Mr. Chairman, the Inspector of Election has provided the voting results for Proposals 1 and 2. Management's proposal to amend and restate the charter to declassify the board of directors was approved. Management's proposal to amend and restate the charter to remove super majority voting requirements was approved. Because Proposal 1 and Proposal 2 passed, we are now pausing the meeting for a few minutes in order to file our amended and restated certificate of incorporation with the Delaware Secretary of State. That it is effective and governs the election of directors under Proposal 3, who will be elected for a 1-year term expiring at the 2027 annual meeting of stockholders. We will now take that pause. Thank you for your patience.

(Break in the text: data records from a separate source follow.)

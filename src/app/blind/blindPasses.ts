import { sha256Hex } from '../../core/ledger/sha256.ts';
import {
  BlindError, isBlindCall, openBlindPassOf, patchesOfPass, referenceCalls, selectPatches, shuffledOrder,
  type PatchSelection, type SelectedPatches,
} from '../../core/blind/index.ts';
import { CONFIDENCES, isPaused, tagKey, type Confidence, type DisplaySettings, type Pass, type SiteState, type Tag } from '../../core/site/index.ts';
import type { SiteWriter } from './siteWriter.ts';
import type { MultiPolygonRings } from '../../core/geometry/types.ts';
import { checkPatchGeometry } from '../site/geometryRules.ts';

// Starting, tagging in and ending a blind pass. Every step is one ledger event; the
// checks run again inside the commit, on the state at its turn, so two windows cannot
// start two passes for one interpreter or tag a pass that was just ended.

export interface Actor {
  interpreter: string;
  time: string;
}

/** Who a pass is for, and who started it (the ledger's actor; default: the same person). */
export interface PassRequest extends Actor {
  by?: string;
}

function slug(name: string): string {
  return name.toLowerCase().replace(/[^a-z0-9]+/g, '-').replace(/^-|-$/g, '') || 'interpreter';
}

function newPassId(state: SiteState, interpreter: string, kind: 'blind' | 'draw'): string {
  let n = 1;
  while (state.passes.has(`${kind}-${slug(interpreter)}-${n}`)) n++;
  return `${kind}-${slug(interpreter)}-${n}`;
}

/** A seed for the walking order from the pass id: fixed for the pass, unknown beforehand. */
async function orderSeed(passId: string, time: string): Promise<number> {
  return parseInt((await sha256Hex(`${passId}|${time}`)).slice(0, 12), 16);
}

function refuseIfBusy(state: SiteState, interpreter: string): void {
  const open = openBlindPassOf(state, interpreter);
  if (open) throw new BlindError(`${interpreter} is already in blind pass ${open.id}: end it before starting another.`);
}

export interface StartedPass {
  pass: Pass;
  selected: SelectedPatches;
}

/**
 * Starts a blind pass for `actor.interpreter` over the chosen patches, in shuffled
 * order. A second look must come from someone else: patches the same interpreter
 * called last are refused, with how many.
 */
export async function startBlindPass(store: SiteWriter, selection: PatchSelection, actor: PassRequest): Promise<StartedPass> {
  const interpreter = actor.interpreter.trim();
  if (!interpreter) throw new BlindError('Choose the interpreter who makes the second look.');
  let started: StartedPass | null = null;
  await store.commitWith(async (state) => {
    refuseIfBusy(state, interpreter);
    const selected = selectPatches(state, selection);
    const calls = referenceCalls(state);
    const own = selected.patchIds.filter((id) => calls.get(id)?.interpreter === interpreter);
    if (own.length) {
      throw new BlindError(`${own.length} of the ${selected.patchIds.length} chosen patches were last called by ${interpreter}: a second look must come from another interpreter.`);
    }
    const id = newPassId(state, interpreter, 'blind');
    const patchIds = shuffledOrder(selected.patchIds, await orderSeed(id, actor.time));
    const pass: Pass = { id, interpreter, blind: true, startedAt: actor.time, endedAt: null, patchIds };
    started = { pass, selected };
    return { kind: 'pass.started', payload: { pass }, actor: actor.by ?? interpreter, time: actor.time };
  });
  return started!;
}

/**
 * Starts an independent delineation: a blind pass asking for no patch, in which the
 * interpreter draws their own, within `area` when one is given (it is then compared
 * within that area; see delineationSheet).
 */
export async function startDelineation(store: SiteWriter, actor: PassRequest, area?: MultiPolygonRings): Promise<Pass> {
  if (area) checkPatchGeometry(area);
  let pass: Pass | null = null;
  await store.commitWith((state) => {
    refuseIfBusy(state, actor.interpreter);
    pass = { id: newPassId(state, actor.interpreter, 'draw'), interpreter: actor.interpreter, blind: true, startedAt: actor.time, endedAt: null, patchIds: [], ...(area ? { area } : {}) };
    return { kind: 'pass.started', payload: { pass }, actor: actor.by ?? actor.interpreter, time: actor.time };
  });
  return pass!;
}

export async function endBlindPass(store: SiteWriter, passId: string, actor: Actor): Promise<void> {
  await store.commitWith((state) => {
    const pass = state.passes.get(passId);
    if (!pass || !pass.blind) throw new BlindError(`There is no blind pass ${passId} in this site.`);
    if (pass.endedAt !== null) return null;
    return { kind: 'pass.ended', payload: { passId, time: actor.time }, actor: actor.interpreter, time: actor.time };
  });
}

/**
 * Holds an open blind pass (`hold` true) or takes it up again: one ledger event with
 * its time, so the history shows every break. Asking for the state it is in already
 * writes nothing.
 */
export async function pauseBlindPass(store: SiteWriter, passId: string, hold: boolean, actor: Actor): Promise<void> {
  await store.commitWith((state) => {
    const pass = state.passes.get(passId);
    if (!pass || !pass.blind) throw new BlindError(`There is no blind pass ${passId} in this site.`);
    if (pass.endedAt !== null) throw new BlindError(`Blind pass ${passId} has ended.`);
    if (isPaused(pass) === hold) return null;
    return { kind: hold ? 'pass.paused' : 'pass.resumed', payload: { passId, time: actor.time }, actor: actor.interpreter, time: actor.time };
  });
}

export interface BlindCall {
  species?: string;
  confidence?: Confidence;
  note?: string;
}

/** A blind call starts 'likely' until the interpreter says otherwise, as on the desk. */
const DEFAULT_CONFIDENCE: Confidence = 'likely';

/** Sets the interpreter's call on a patch of their open blind pass. */
export async function tagInBlindPass(store: SiteWriter, passId: string, patchId: string, call: BlindCall, actor: Actor & { display: DisplaySettings }): Promise<Tag | null> {
  if (call.confidence !== undefined && !CONFIDENCES.includes(call.confidence)) throw new BlindError(`Confidence must be one of ${CONFIDENCES.join(', ')}.`);
  let made: Tag | null = null;
  await store.commitWith((state) => {
    const pass = state.passes.get(passId);
    if (!pass || !pass.blind) throw new BlindError(`There is no blind pass ${passId} in this site.`);
    if (pass.endedAt !== null) throw new BlindError(`Blind pass ${passId} has ended; its calls can no longer change.`);
    if (pass.interpreter !== actor.interpreter) throw new BlindError(`Blind pass ${passId} belongs to ${pass.interpreter}, not ${actor.interpreter}.`);
    if (isPaused(pass)) throw new BlindError(`Blind pass ${passId} is paused: resume it to go on calling.`);
    if (!patchesOfPass(state, pass).some((p) => p.id === patchId)) throw new BlindError(`Patch ${patchId} is not part of blind pass ${passId}.`);
    if (call.species !== undefined && !isBlindCall(state.roster, call.species)) {
      throw new BlindError(`"${call.species}" is neither a roster code nor one of mixed, unknown, can't tell.`);
    }
    const previous = state.tags.get(tagKey(patchId, passId)) ?? null;
    const species = call.species ?? previous?.species;
    if (species === undefined) throw new BlindError(`Patch ${patchId} has no call in this pass yet: press a species key first.`);
    const tag: Tag = {
      patchId, passId, species,
      confidence: call.confidence ?? previous?.confidence ?? DEFAULT_CONFIDENCE,
      note: call.note ?? previous?.note ?? '',
      interpreter: actor.interpreter, time: actor.time, display: actor.display,
    };
    if (previous && previous.species === tag.species && previous.confidence === tag.confidence && previous.note === tag.note) return null;
    made = tag;
    return { kind: 'tag.set', payload: { patchId, passId, tag, previous }, actor: actor.interpreter, time: actor.time };
  });
  return made;
}

export interface PassProgress {
  total: number;
  called: number;
  /** the next patch without a call, in the pass's order; null when all are called */
  next: string | null;
}

/** How far a blind pass has come, in its own (shuffled) order. */
export function passProgress(state: SiteState, pass: Pass): PassProgress {
  const ids = patchesOfPass(state, pass).map((p) => p.id);
  const called = ids.filter((id) => state.tags.has(tagKey(id, pass.id)));
  return { total: ids.length, called: called.length, next: ids.find((id) => !state.tags.has(tagKey(id, pass.id))) ?? null };
}
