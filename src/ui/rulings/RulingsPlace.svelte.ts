import type { DisagreementKind, QueuePlace } from '../../core/rulings/index.ts';

// The place of the person ruling in the queue, kept for the open site while the Rulings
// page is closed: its filters, the patch in hand and that patch's position in the list.
// Going to the desk to split a patch, or to a sheet, and coming back finds it as it was.

export type StatusFilter = 'open' | 'settled' | 'all';

export class RulingsPlace implements QueuePlace {
  kind = $state<DisagreementKind | ''>('');
  who = $state('');
  /** 'A|B' species pair, or '' */
  pair = $state('');
  status = $state<StatusFilter>('open');
  patchId = $state<string | null>(null);
  position = $state(0);
}

const places = new WeakMap<object, RulingsPlace>();

/** The place kept for a site (by its store): the same object each time, until the site is let go. */
export function rulingsPlaceOf(site: object): RulingsPlace {
  let place = places.get(site);
  if (!place) places.set(site, (place = new RulingsPlace()));
  return place;
}
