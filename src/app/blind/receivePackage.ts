import { readBlindPackage, type BlindPackage } from '../../core/blind/index.ts';
import { SiteStore, type StoreOptions } from '../../store/SiteStore.ts';
import { StorageError } from '../../store/StorageError.ts';
import { receiveBlindPackage, receivedSiteEvents, receivedSiteId } from './blindFiles.ts';
import { InterpreterProfiles, ProfileRefused } from './interpreterProfiles.ts';

// On the answering machine: a blind package file becomes a site of its own (its scenes,
// roster, outlines and the open blind pass, no call of anyone), checked to rebuild the
// very package it came from. Opening the same package again opens that site as it was
// left; a site cut short by a crash is made again from the file.

export interface ReceivedPackage {
  store: SiteStore;
  pkg: BlindPackage;
  /** false when the package had been opened on this machine before */
  fresh: boolean;
}

async function existing(siteId: string, options: StoreOptions): Promise<SiteStore | null> {
  try {
    return await SiteStore.open(siteId, options);
  } catch (error) {
    if (error instanceof StorageError && error.kind === 'unavailable' && /^No site/.test(error.message)) return null;
    throw error;
  }
}

export async function receivePackageFile(fileName: string, text: string, now: () => string, options: StoreOptions = {}): Promise<ReceivedPackage> {
  const pkg = await readBlindPackage(fileName, text);
  const id = receivedSiteId(pkg);
  const before = await existing(id, options);
  if (before?.state.passes.has(pkg.pass.id)) return { store: before, pkg, fresh: false };
  if (before) {
    before.close();
    await SiteStore.remove(id, options);
  }
  const actor = { interpreter: pkg.pass.interpreter, time: now() };
  const store = await SiteStore.create(receivedSiteEvents(pkg, actor).site, actor.interpreter, options);
  try {
    await receiveBlindPackage(store, pkg, actor);
  } catch (error) {
    store.close();
    await SiteStore.remove(id, options);
    throw error;
  }
  return { store, pkg, fresh: true };
}

/** Initials to try for a name: the words' first letters, then longer cuts. */
function initialsFor(name: string): string[] {
  const words = name.split(/[^\p{L}]+/u).filter(Boolean);
  const letters = words.join('');
  const tries = [words.map((w) => w[0]).join('').slice(0, 4), letters.slice(0, 2), letters.slice(0, 3), letters.slice(0, 4), `${letters[0] ?? ''}${letters.at(-1) ?? ''}`];
  return [...new Set(tries.map((t) => t.toUpperCase()).filter((t) => t.length > 0))];
}

/**
 * Puts the interpreter the package is addressed to at this machine's desk (the switch is
 * recorded in the profile book), adding their profile first when this machine has none.
 */
export function deskForPackage(profiles: InterpreterProfiles, interpreter: string): string {
  if (!profiles.profiles.some((p) => p.name === interpreter)) {
    let added = false;
    for (const initials of initialsFor(interpreter)) {
      try {
        profiles.add(interpreter, initials);
        added = true;
        break;
      } catch (error) {
        if (!(error instanceof ProfileRefused) || /already an interpreter called/.test(error.message)) throw error;
      }
    }
    if (!added) throw new ProfileRefused(`No free initials for ${interpreter}: add their profile on the desk first.`);
  }
  profiles.switchTo(interpreter);
  return interpreter;
}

The amended and restated certificate of incorporation reflecting the amendment set forth in our proxy statement under Proposal 1 and Proposal 2 has been filed with the Delaware Secretary of State and is now effective.

Mike Burkland
Chairman of the Board of Directors, Five9

Thank you. The time is now 8:45 AM on 20 May 2026, and the polls are now open with respect to Proposals 3, 4, and 5. We will now take questions regarding Proposals 3, 4, and 5. There are no questions that have been submitted via the website. There being no further questions with respect to Proposals 3, 4, and 5, the time is now 8:45 AM on 20 May 2026, and the polls are now closed with respect to Proposals 3, 4, and 5.

Tiffany Meriweather
Chief Administrative and Legal Officer and Corporate Secretary, Five9

Mr. Chairman, the Inspector of Election has tallied the ballots and proxies cast for Proposals 3, 4, and 5 presented at this meeting and has submitted his preliminary report. The preliminary report results indicate that each of the two persons nominated for director has received a plurality of the votes cast and has been elected as a director of the company to serve for a 1-year term that will expire at the 2027 annual meeting of stockholders. The compensation of our named executive officers, as disclosed in our proxy statement, was approved on a non-binding advisory basis. The appointment of KPMG as the company's independent registered public accounting firm for the fiscal year ending 31 December 2026, has been ratified. The final voting results of this meeting will be reported on a Form 8-K filed with the Securities and Exchange Commission.

Mike Burkland
Chairman of the Board of Directors, Five9

That concludes the business of this meeting. This meeting is now adjourned. Thank you for attending today's meeting. This concludes our webcast and ends our call.

Operator

That concludes our meeting today. You may now disconnect.